PLAY RECAP ******************************************************
node4 : ok=248 changed=57 unreachable=0 failed=0
node5 : ok=240 changed=57 unreachable=0 failed=1

node5 - master with etcd.

Cert on node5 not exist:
ls /etc/ssl/etcd/ssl/admin-node5.pem
ls: cannot access /etc/ssl/etcd/ssl/admin-node5.pem: No such file or directory

Aleks3050 on 4 Sep 2018

Did you try scale.yml playbook? AFAIK, cluster.yml playbook should be used for bootstrapping only.

shuraa on 7 Sep 2018

I'm running into the same issue :)

pathcl on 18 Oct 2018

👍2

I am also running into the same issue using the scale.yml playbook.
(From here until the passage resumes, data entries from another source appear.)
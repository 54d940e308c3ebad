import { spawn } from 'node:child_process';

export interface ChildRun {
  wallMs: number;
  peakRssMb: number;
  /** CPU time the child used (user + system, all its threads), as it measured itself; NaN when it did not report. */
  cpuMs: number;
  exitCode: number | null;
  stdout: string;
  stderr: string;
}

/**
 * Runs `node <nodeArgs…>` once with bench/peak-memory.mjs preloaded and returns its wall time (spawn to exit,
 * so start-up counts) and the peak resident memory of the whole process as the child itself measured it.
 */
export function runMeasured(nodeArgs: readonly string[], cwd: string): Promise<ChildRun> {
  return new Promise((resolve, reject) => {
    const startedMs = performance.now();
    const child = spawn(process.execPath, ['--import', new URL('./peak-memory.mjs', import.meta.url).href, ...nodeArgs], {
      cwd,
      stdio: ['ignore', 'pipe', 'pipe', 'pipe'],
    });
    const stdout: Buffer[] = [];
    const stderr: Buffer[] = [];
    const report: Buffer[] = [];
    child.stdout?.on('data', (chunk: Buffer) => stdout.push(chunk));
    child.stderr?.on('data', (chunk: Buffer) => stderr.push(chunk));
    const reportStream = child.stdio[3];
    reportStream?.on('data', (chunk: Buffer) => report.push(chunk));
    child.on('error', reject);
    child.on('close', (exitCode) => {
      const wallMs = performance.now() - startedMs;
      let peakRssMb = Number.NaN;
      let cpuMs = Number.NaN;
      try {
        const reported = JSON.parse(Buffer.concat(report).toString('utf8')) as { maxRssKb: number; cpuMs?: number };
        peakRssMb = reported.maxRssKb / 1024;
        cpuMs = reported.cpuMs ?? Number.NaN;
      } catch {
        // leave NaN: the child died before reporting
      }
      resolve({ wallMs, peakRssMb, cpuMs, exitCode, stdout: Buffer.concat(stdout).toString('utf8'), stderr: Buffer.concat(stderr).toString('utf8') });
    });
  });
}

export function median(values: readonly number[]): number {
  const sorted = [...values].sort((left, right) => left - right);
  const middle = Math.floor(sorted.length / 2);
  return sorted.length % 2 === 1 ? (sorted[middle] ?? Number.NaN) : ((sorted[middle - 1] ?? 0) + (sorted[middle] ?? 0)) / 2;
}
When users are being created from the etcd role, the the etcd user gets created, but not the kube user. The nodes originally provisioned with the cluster.yml playbook all have the kube user, so the scale.yml playbook is skipping over this user.

OS: Ubuntu 16.04

tjtelan on 16 Nov 2018

👍2

I was able to have a successful scale.yml run by modifying the etcd role to add the kube user. I can submit a PR if no one sees a problem with this solution.

kubespray/roles/etcd/meta/main.yml

---
dependencies:
  - role: adduser
    user: "{{ addusers.etcd }}"
    when: not (ansible_os_family in ['CoreOS', 'Container Linux by CoreOS'] or is_atomic)
  - role: adduser
    user: "{{ addusers.kube }}"
    when: not (ansible_os_family in ['CoreOS', 'Container Linux by CoreOS'] or is_atomic)

tjtelan on 16 Nov 2018

👍6

I was able to scale the cluster just by rerunning cluster.yml and changing
the inventory

On Fri, Nov 16, 2018 at 22:18 T.J. Telan notifications@github.com wrote:

I was able to have a successful scale.yml run by modifying the etcd role
to add the kube user. I can submit a PR if no one sees a problem with
this solution.

kubespray/roles/etcd/meta/main.yml

dependencies:

role: adduser
user: "{{ addusers.etcd }}"
when: not (ansible_os_family in ['CoreOS', 'Container Linux by CoreOS'] or is_atomic)

role: adduser
user: "{{ addusers.kube }}"
when: not (ansible_os_family in ['CoreOS', 'Container Linux by CoreOS'] or is_atomic)

—
You are receiving this because you commented.
Reply to this email directly, view it on GitHub
https://github.com/kubernetes-incubator/kubespray/issues/3240#issuecomment-439530783,
or mute the thread
https://github.com/notifications/unsubscribe-auth/ADmCQJnf8yZMRZ4P153NwsU4cXbmjmmJks5uvyutgaJpZM4WZqxw
.

pathcl on 17 Nov 2018

Same issue when using scale.yml
The user kube is not created in the new nodes added to inventory

alijahnas on 10 Dec 2018

I'm running into the same problem. Anything new on it? Any solution?

MatthiasLohr on 3 Mar 2019

Just ran into the same issue on release-2.9 branch. Isn't scale.yml meant to be used for exactly the case when a freshly installed machine should be provisioned as a new node added to an existing cluster?